EXERCISE REQUIREMENTS:
Each record is to be written out exactly as it appears.

(DATA TO USE)

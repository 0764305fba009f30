/**
 * erf, erfc, ln erfc and erfcinv against known values, two independent
 * expansions, and round trips.
 */
import { erf, erfc, erfcinv, logErfc } from '../../../src/physics/layers/specialFunctions';
import { PhysicsDomainError } from '../../../src/physics/errors';

/** Maclaurin series erf(x) = 2/√π·Σ (−1)ⁿ x^(2n+1)/(n!(2n+1)) (common practice, no source). */
function erfBySeries(x: number): number {
  let term = x;
  let sum = x;
  for (let n = 1; n < 200; n++) {
    term *= (-x * x) / n;
    sum += term / (2 * n + 1);
  }
  return (2 / Math.sqrt(Math.PI)) * sum;
}

/**
 * Laplace's continued fraction erfc(x) = e^(−x²)/√π · 1/(x + (1/2)/(x + 1/(x + (3/2)/(x + …))))
 * for x > 0, evaluated backwards (Abramowitz & Stegun 7.1.14, from memory).
 */
function erfcByContinuedFraction(x: number): number {
  let tail = x;
  for (let n = 400; n >= 1; n--) tail = x + n / 2 / tail;
  return Math.exp(-x * x) / Math.sqrt(Math.PI) / tail;
}

describe('erfc and erf', () => {
  // Values to 16 digits as tabulated for erf/erfc (Abramowitz & Stegun, Table 7.1, and standard
  // double-precision libraries), recalled; each agrees with mpmath 1.3's erfc to the digits given
  // (tests/physics/reference/mpmath-oracles.reference.test.ts checks erfc and erfcinv against mpmath).
  it.each([
    [0, 1],
    [0.5, 0.4795001221869535],
    [1, 0.15729920705028513],
    [2, 0.004677734981047266],
    [3, 2.209049699858544e-5],
    [5, 1.5374597944280349e-12],
    [10, 2.088487583762545e-45],
    [-1, 1.8427007929497148],
  ])('erfc(%s) = %s to 1e-13 relative (recalled; equal to mpmath)', (x, expected) => {
    expect(Math.abs(erfc(x) / expected - 1)).toBeLessThan(1e-13);
  });

  it('agrees with the Maclaurin series of erf to 1e-14 for |x| ≤ 2', () => {
    for (let x = -2; x <= 2; x += 0.0625) {
      expect(Math.abs(erf(x) - erfBySeries(x))).toBeLessThan(1e-14);
      expect(Math.abs(erfc(x) - (1 - erfBySeries(x)))).toBeLessThan(1e-14);
    }
  });

  it('agrees with the continued fraction to 1e-13 relative for 2 ≤ x ≤ 26 (deep tail)', () => {
    for (let x = 2; x <= 26; x += 0.37) {
      expect(Math.abs(erfc(x) / erfcByContinuedFraction(x) - 1)).toBeLessThan(1e-13);
    }
  });

  it('keeps erf(−x) = −erf(x), erfc(−x) = 2 − erfc(x), and underflows to 0 far out', () => {
    for (const x of [0.1, 0.47, 1.3, 3.9, 4.1, 7]) {
      expect(erf(-x)).toBe(-erf(x));
      expect(erfc(-x)).toBeCloseTo(2 - erfc(x), 15);
    }
    expect(erfc(30)).toBe(0);
    expect(Number.isNaN(erfc(NaN))).toBe(true);
  });

  it('gives ln erfc beyond the underflow of erfc itself', () => {
    for (const x of [0, 0.3, 1, 4, 12, 25]) expect(logErfc(x)).toBeCloseTo(Math.log(erfc(x)), 11);
    // ln erfc(x) → −x² − ln(x√π) − 1/(2x²) for large x (asymptotic series, common practice, no source).
    const x = 40;
    expect(logErfc(x)).toBeCloseTo(-x * x - Math.log(x * Math.sqrt(Math.PI)) - 1 / (2 * x * x), 6);
    expect(() => logErfc(-1)).toThrow(PhysicsDomainError);
  });
});

describe('erfcinv', () => {
  it('round-trips erfc(erfcinv(y)) = y to 1e-12 relative from 1e-300 to just below 2', () => {
    const ys: number[] = [];
    for (let e = -300; e <= 0; e += 1.7) ys.push(10 ** e);
    for (let y = 1.0; y < 2; y += 0.0373) ys.push(y);
    ys.push(1, 1.999999);
    for (const y of ys) expect(Math.abs(erfc(erfcinv(y)) / y - 1)).toBeLessThan(1e-12);
  });

  it('round-trips erfcinv(erfc(x)) = x to 1e-12 for −3 ≤ x ≤ 26', () => {
    for (let x = -3; x <= 26; x += 0.29) {
      expect(Math.abs(erfcinv(erfc(x)) - x)).toBeLessThan(1e-12 * Math.max(1, Math.abs(x)));
    }
  });

  it('gives erfcinv(1e-4) ≈ 2.7510639 (recalled; mpmath: 2.7510639057120607879)', () => {
    expect(erfcinv(1e-4)).toBeCloseTo(2.7510639, 6);
  });

  it('rejects arguments outside [1e-300, 2)', () => {
    for (const y of [0, -1, 2, 3, NaN, 1e-310]) expect(() => erfcinv(y)).toThrow(/erfcinv needs/);
  });
});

(End DATA TO USE)

ANSWER BOX:
repository 0764305fba009f30
/**
 * erf, erfc, ln erfc and erfcinv against known values, two independent
 * expansions, and round trips.
 */
import { erf, erfc, erfcinv, logErfc } from '../../../src/physics/layers/specialFunctions';
import { PhysicsDomainError } from '../../../src/physics/errors';

/** Maclaurin series erf(x) = 2/√π·Σ (−1)ⁿ x^(2n+1)/(n!(2n+1)) (common practice, no source). */
function erfBySeries(x: number): number {
  let term = x;
  let sum = x;
  for (let n = 1; n < 200; n++) {
    term *= (-x * x) / n;
    sum += term / (2 * n + 1);
  }
  return (2 / Math.sqrt(Math.PI)) * sum;
}

/**
 * Laplace's continued fraction erfc(x) = e^(−x²)/√π · 1/(x + (1/2)/(x + 1/(x + (3/2)/(x + …))))
 * for x > 0, evaluated backwards (Abramowitz & Stegun 7.1.14, from memory).
 */
function erfcByContinuedFraction(x: number): number {
  let tail = x;
  for (let n = 400; n >= 1; n--) tail = x + n / 2 / tail;
  return Math.exp(-x * x) / Math.sqrt(Math.PI) / tail;
}

describe('erfc and erf', () => {
  // Values to 16 digits as tabulated for erf/erfc (Abramowitz & Stegun, Table 7.1, and standard
  // double-precision libraries), recalled; each agrees with mpmath 1.3's erfc to the digits given
  // (tests/physics/reference/mpmath-oracles.reference.test.ts checks erfc and erfcinv against mpmath).
  it.each([
    [0, 1],
    [0.5, 0.4795001221869535],
    [1, 0.15729920705028513],
    [2, 0.004677734981047266],
    [3, 2.209049699858544e-5],
    [5, 1.5374597944280349e-12],
    [10, 2.088487583762545e-45],
    [-1, 1.8427007929497148],
  ])('erfc(%s) = %s to 1e-13 relative (recalled; equal to mpmath)', (x, expected) => {
    expect(Math.abs(erfc(x) / expected - 1)).toBeLessThan(1e-13);
  });

  it('agrees with the Maclaurin series of erf to 1e-14 for |x| ≤ 2', () => {
    for (let x = -2; x <= 2; x += 0.0625) {
      expect(Math.abs(erf(x) - erfBySeries(x))).toBeLessThan(1e-14);
      expect(Math.abs(erfc(x) - (1 - erfBySeries(x)))).toBeLessThan(1e-14);
    }
  });

  it('agrees with the continued fraction to 1e-13 relative for 2 ≤ x ≤ 26 (deep tail)', () => {
    for (let x = 2; x <= 26; x += 0.37) {
      expect(Math.abs(erfc(x) / erfcByContinuedFraction(x) - 1)).toBeLessThan(1e-13);
    }
  });

  it('keeps erf(−x) = −erf(x), erfc(−x) = 2 − erfc(x), and underflows to 0 far out', () => {
    for (const x of [0.1, 0.47, 1.3, 3.9, 4.1, 7]) {
      expect(erf(-x)).toBe(-erf(x));
      expect(erfc(-x)).toBeCloseTo(2 - erfc(x), 15);
    }
    expect(erfc(30)).toBe(0);
    expect(Number.isNaN(erfc(NaN))).toBe(true);
  });

  it('gives ln erfc beyond the underflow of erfc itself', () => {
    for (const x of [0, 0.3, 1, 4, 12, 25]) expect(logErfc(x)).toBeCloseTo(Math.log(erfc(x)), 11);
    // ln erfc(x) → −x² − ln(x√π) − 1/(2x²) for large x (asymptotic series, common practice, no source).
    const x = 40;
    expect(logErfc(x)).toBeCloseTo(-x * x - Math.log(x * Math.sqrt(Math.PI)) - 1 / (2 * x * x), 6);
    expect(() => logErfc(-1)).toThrow(PhysicsDomainError);
  });
});

describe('erfcinv', () => {
  it('round-trips erfc(erfcinv(y)) = y to 1e-12 relative from 1e-300 to just below 2', () => {
    const ys: number[] = [];
    for (let e = -300; e <= 0; e += 1.7) ys.push(10 ** e);
    for (let y = 1.0; y < 2; y += 0.0373) ys.push(y);
    ys.push(1, 1.999999);
    for (const y of ys) expect(Math.abs(erfc(erfcinv(y)) / y - 1)).toBeLessThan(1e-12);
  });

  it('round-trips erfcinv(erfc(x)) = x to 1e-12 for −3 ≤ x ≤ 26', () => {
    for (let x = -3; x <= 26; x += 0.29) {
      expect(Math.abs(erfcinv(erfc(x)) - x)).toBeLessThan(1e-12 * Math.max(1, Math.abs(x)));
    }
  });

  it('gives erfcinv(1e-4) ≈ 2.7510639 (recalled; mpmath: 2.7510639057120607879)', () => {
    expect(erfcinv(1e-4)).toBeCloseTo(2.7510639, 6);
  });

  it('rejects arguments outside [1e-300, 2)', () => {
    for (const y of [0, -1, 2, 3, NaN, 1e-310]) expect(() => erfcinv(y)).toThrow(/erfcinv needs/);
  });
});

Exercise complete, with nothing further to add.